**INSTRUCTIONS TO FOLLOW**
From the listing below, select every line where the word "data" appears.

**MATERIAL SUPPLIED**
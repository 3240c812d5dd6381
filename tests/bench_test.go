package tests

import (
	"bytes"
	"math"
	"math/rand/v2"
	"os"
	"strconv"
	"testing"

	"priceiv/demand"
)

// benchSizes are the panel sizes of the benchmarks; 10M rows only with
// PRICEIV_BENCH_LARGE=1.
func benchSizes() []int {
	s := []int{100_000, 1_000_000}
	if os.Getenv("PRICEIV_BENCH_LARGE") == "1" {
		s = append(s, 10_000_000)
	}
	return s
}

// benchCSV generates a product-store-week panel of about n rows with an
// endogenous price and two cost shifters, as CSV bytes.
func benchCSV(n int) []byte {
	rng := rand.New(rand.NewPCG(uint64(n), 3))
	const products, weeks = 20, 200
	stores := max(1, n/(products*weeks))
	var b bytes.Buffer
	b.Grow(n * 60)
	b.WriteString("product,store,week,units,price,bean,freight\n")
	rows := 0
	buf := make([]byte, 0, 128)
	for s := 0; s < stores && rows < n; s++ {
		for p := 0; p < products && rows < n; p++ {
			a := rng.NormFloat64()
			for w := 0; w < weeks && rows < n; w++ {
				bean := 1 + 0.2*math.Sin(float64(w)/9) + 0.05*rng.NormFloat64()
				fr := 1 + 0.1*rng.NormFloat64()
				u := 0.2 * rng.NormFloat64()
				lp := 0.8*math.Log(bean) + 0.5*math.Log(fr) + 0.5*u + 0.05*rng.NormFloat64() + 1
				lq := 4 + a - 2*lp + u
				buf = buf[:0]
				buf = append(buf, 'P')
				buf = strconv.AppendInt(buf, int64(p), 10)
				buf = append(buf, ",S"...)
				buf = strconv.AppendInt(buf, int64(s), 10)
				buf = append(buf, ',')
				buf = strconv.AppendInt(buf, int64(w), 10)
				buf = append(buf, ',')
				buf = strconv.AppendFloat(buf, math.Round(math.Exp(lq)*100)/100+0.01, 'f', 2, 64)
				buf = append(buf, ',')
				buf = strconv.AppendFloat(buf, math.Exp(lp), 'f', 4, 64)
				buf = append(buf, ',')
				buf = strconv.AppendFloat(buf, bean, 'f', 5, 64)
				buf = append(buf, ',')
				buf = strconv.AppendFloat(buf, fr, 'f', 5, 64)
				buf = append(buf, '\n')
				b.Write(buf)
				rows++
			}
		}
	}
	return b.Bytes()
}

// BenchmarkLoad measures reading a panel CSV into columns.
func BenchmarkLoad(b *testing.B) {
	for _, n := range benchSizes() {
		data := benchCSV(n)
		b.Run("rows="+strconv.Itoa(n), func(b *testing.B) {
			b.SetBytes(int64(len(data)))
			b.ReportAllocs()
			for b.Loop() {
				if _, err := demand.ReadCSV(data, "bench", demand.ReadOptions{}); err != nil {
					b.Fatal(err)
				}
			}
			b.ReportMetric(float64(n)*float64(b.N)/b.Elapsed().Seconds(), "rows/s")
		})
	}
}

// BenchmarkEstimate measures building and fitting a log-log 2SLS model with
// product×store and week fixed effects absorbed and store clusters.
func BenchmarkEstimate(b *testing.B) {
	for _, n := range benchSizes() {
		p, err := demand.ReadCSV(benchCSV(n), "bench", demand.ReadOptions{})
		if err != nil {
			b.Fatal(err)
		}
		spec := &demand.Spec{Quantity: "units", Price: "price", Shifters: []string{"bean", "freight"},
			FE: []string{"product*store", "week"}, Cluster: []string{"store"}}
		b.Run("rows="+strconv.Itoa(n), func(b *testing.B) {
			b.ReportAllocs()
			for b.Loop() {
				d, err := demand.Build(p, spec, 0)
				if err != nil {
					b.Fatal(err)
				}
				if _, _, err := d.Fit(); err != nil {
					b.Fatal(err)
				}
			}
			b.ReportMetric(float64(n)*float64(b.N)/b.Elapsed().Seconds(), "rows/s")
		})
	}
}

**RESULT OF THIS TASK**
		data := benchCSV(n)
			b.SetBytes(int64(len(data)))
				if _, err := demand.ReadCSV(data, "bench", demand.ReadOptions{}); err != nil {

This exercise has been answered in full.